Oral Presentation International Congress on Neuronal Ceroid Lipofuscinoses 2025

Genotype-Phenotype Relationships in CLN3 Disease: Insights from a Natural History Study (126448)

Jamison Seabury 1 , Jonathan W. Mink 2 , Erika F. Augustine 3 , Heather R. Adams 1 , Amy Vierhile 1 , Marianna Pereira-Freitas 1 , Jennifer Vermilion 1
  1. University of Rochester Batten Center, Rochester, NY, United States
  2. Consultant , Pittsford, New York, United States
  3. Kennedy Krieger Institute, Baltimore, MD, USA

Background

CLN3 disease is a lysosomal storage disorder caused by biallelic mutations to the CLN3 gene. The most common pathogenic variant is a 966-base-pair deletion known as the “common deletion”. Most patients are homozygous for the common deletion, but ~26% of patients possess another type of pathogenic variant across one or both alleles. While select genetic variants are reportedly associated with atypical disease course, genotype phenotype relationships remain largely misunderstood. We used our natural history database to characterize symptom onset and severity among genetic subgroups of CLN3.   

Methods

We analyzed data from n=99 individuals with genetically confirmed CLN3 disease enrolled in an ongoing natural history study. We classified participants as homozygous (CD/CD) or compound heterozygous for the common deletion, and further categorized compound heterozygotes based on their non-common-deletion variant (missense: CD/M) or nonsense or frameshift: CD/NF). We conducted a one-way ANOVA to analyze symptom onset as reported at most recent assessment and used linear mixed-effects (LME) models to characterize disease progression using Unified Batten Disease Rating Scale (UBDRS) assessments.

Results

Participants with a CD/NF genotype reported the earliest onset of motor symptoms (mean 7.9 years, sd 4.0), significantly younger than those in the CD/M (mean 16.4 years sd 2.7, p=0.005) or CD/CD (mean 12.2 years sd 3.7, p=0.03) cohorts. Mean age of onset for other symptoms did not differ among cohorts. LME modeling of UBDRS scores revealed significant differences in symptom severity among genotype groups after controlling for age.
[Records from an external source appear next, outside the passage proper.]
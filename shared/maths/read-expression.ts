import type { Expr, ProductExpr, Term, TermSign } from './expression.ts';
import { readExponent, readScripts } from './read-arguments.ts';
import { mixedNumber } from './read-numbers.ts';
import { readPower } from './read-power.ts';
import {
  ahead,
  atDifferential,
  atoms,
  barIsScripted,
  behindDifferential,
  checkDepth,
  choose,
  context,
  deeper,
  depth,
  enclosed,
  fail,
  flag,
  is,
  kind,
  lastEnd,
  next,
  peek,
  type Read,
  skip,
  span,
  start,
  startsFactor,
  sum,
  takeAll,
  takeDifferential,
  token,
  variable,
} from './reader.ts';

/** Terms joined by signs. */
export const readSum = (): Expr => {
  const from = start;
  const isBare = !hasSign();
  const terms: Term[] = [];
  do {
    const place = start;
    const sign = takeSign() ?? 'plus';
    terms.push({ sign, expr: readSigned(readProduct), span: { start: place, end: lastEnd } });
    // After `\int\frac{dx}{x}` the integrand is over.
  } while (hasSign() && (context.dx !== 'ends' || variable === null));
  const expr: Expr = isBare && !terms[1] ? terms[0]!.expr : { kind: 'sum', terms, span: span(from) };
  return kind === '|' && context.bars === 0 && barIsScripted() ? readBar(expr, from) : expr;
};

const hasSign = (): boolean => kind === '+' || kind === '-' || kind === '±';

const takeSign = (): TermSign | null => (hasSign() ? (next().text as TermSign) : null);

/** A second sign, as in `3--2` and `2\cdot-3`, makes a term of its own. */
export const readSigned = (read: Read): Expr => {
  const from = start;
  const sign = takeSign();
  return sign
    ? signed(
        sign,
        from,
        deeper(() => readSigned(read)),
      )
    : read();
};

/** One term with its sign as an expression of its own, that ends here. */
export const signed = (sign: TermSign, from: number, expr: Expr): Expr => {
  const place = span(from);
  return { kind: 'sum', terms: [{ sign, expr, span: place }], span: place };
};

/** `F|_a^b` without a `\left.`: the whole sum is meant, or only its last term. */
const readBar = (expr: Expr, from: number): Expr => {
  const isLast = expr.kind === 'sum' && expr.terms[1] && choose('evaluated');
  next();
  if (!isLast) return readEvaluation(expr, from);
  const last = expr.terms.at(-1)!;
  const operand = readEvaluation(last.expr, last.expr.span.start);
  const term = { ...last, expr: operand, span: { start: last.span.start, end: lastEnd } };
  return { ...expr, terms: [...expr.terms.slice(0, -1), term], span: span(from) };
};

/** The `_a^b` after an evaluation bracket or bar; the bracket itself was taken. */
export const readEvaluation = (operand: Expr, from: number): Expr => {
  const [lower, upper] = readScripts(readBound, readBound);
  const to = upper ?? lower ?? fail('bound');
  return {
    kind: 'evaluated',
    operand,
    variable: lower?.variable ?? to.variable,
    from: upper && lower && lower.value,
    to: to.value,
    span: span(from),
  };
};

interface Bound {
  readonly variable: string | null;
  readonly value: Expr;
}

const readBound = (): Bound => {
  if (!ahead(/\{a=/y)) return { variable: null, value: readExponent() };
  const variable = peek(1).text;
  skip(3);
  return { variable, value: enclosed('}', sum) };
};

/** Factors and divisions, from left to right. */
export const readProduct = (from = start, first = readFactor()): Expr => {
  let run = startRun(first);
  let levels = depth;
  for (;;) {
    const { gap } = token;
    if (is('$)+-=')) return productOf(run, from);
    if (kind === '*') {
      const join = next().text as Join;
      if (context.dx === 'ends' && atDifferential()) return productOf(run, from);
      addFactor(run, readSigned(readFactor), join);
    } else if (kind === '/' || kind === ':') {
      levels += 1;
      checkDepth(levels);
      const numerator = productOf(run, from);
      const written = next().text === 'slash' ? 'slash' : 'divide';
      run = startRun({ kind: 'quotient', numerator, denominator: readDivisor(), written, span: span(from) });
    } else if (kind === '{' && takeAll(/\{\}/y)) continue;
    else if (!startsFactor() && !(kind === '|' && opensInnerBar())) return productOf(run, from);
    else if (context.dx === 'held' && atDifferential()) takeDifferential();
    else addFactor(run, readFactor(), 'implicit', gap);
  }
};

/** `|a|b|c|`: the second bar may also open an inner pair. */
const opensInnerBar = (): boolean => {
  const after = peek(1).kind;
  return token.side === '' && context.bars === 1 && after !== '|' && !!atoms[after] && choose('bars');
};

const readFactor = (): Expr =>
  context.dx === 'held' && atDifferential() ? behindDifferential(readFactor) : readPower();

type Join = ProductExpr['joins'][number];

/** One product while it is read. */
export interface Run {
  readonly factors: Expr[];
  readonly joins: Join[];
}

export const startRun = (first: Expr): Run => {
  if (first.kind !== 'product' || first.bracketed) return { factors: [first], joins: [] };
  return { factors: [...first.factors], joins: [...first.joins] };
};

/** A product without brackets of its own goes on with its factors. */
const append = ({ factors, joins }: Run, expr: Expr): void => {
  if (expr.kind === 'product' && !expr.bracketed) {
    factors.push(...expr.factors);
    joins.push(...expr.joins);
  } else factors.push(expr);
};

/** `gap`: a space parts the factor from the one before it. */
export const addFactor = (run: Run, expr: Expr, join: Join = 'implicit', gap = false): void => {
  const { factors, joins } = run;
  const last = factors.at(-1)!;
  if (join === 'implicit') {
    const mixed = gap ? null : mixedNumber(last, expr);
    if (mixed) return void factors.splice(-1, 1, mixed);
    if (isDivided(last)) flag('slash-product');
    if (expr.kind === 'number' && last.kind === 'number' && !expr.bracketed && !last.bracketed)
      fail('product', expr.span);
  }
  joins.push(join);
  append(run, expr);
};

/** Written with a sign of division, so that what stands directly after it may or may not belong to it. */
export const isDivided = (expr: Expr): boolean =>
  expr.kind === 'quotient' && expr.written !== 'fraction' && !expr.bracketed;

/** The run as one expression. */
export const productOf = ({ factors, joins }: Run, from: number): Expr =>
  factors[1] ? { kind: 'product', factors, joins, span: span(from) } : factors[0]!;

/** `1/2x`: the divisor with what stands directly beside it, where that belongs to it. */
const readDivisor = (): Expr => {
  const from = start;
  const first = readSigned(readFactor);
  const run = startRun(first);
  if (startsFactor() && ((is('F') && !token.gap && first.kind === 'number') || choose('slash'))) {
    do {
      const { gap } = token;
      addFactor(run, readFactor(), 'implicit', gap);
    } while (startsFactor());
  }
  return productOf(run, from);
};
CD/NF (β=12.5, p = 0.03) and CD/CD (β=9.8 p = 0.04) genotypes had higher UBDRS scores than the CD/M cohort.

Discussion

The type of non-common deletion genetic variant impacts CLN3 disease course, pointing to lower disease severity in CD/M participants. These findings contribute to our understanding of the natural history of this disease and have implications for optimizing clinical trial design.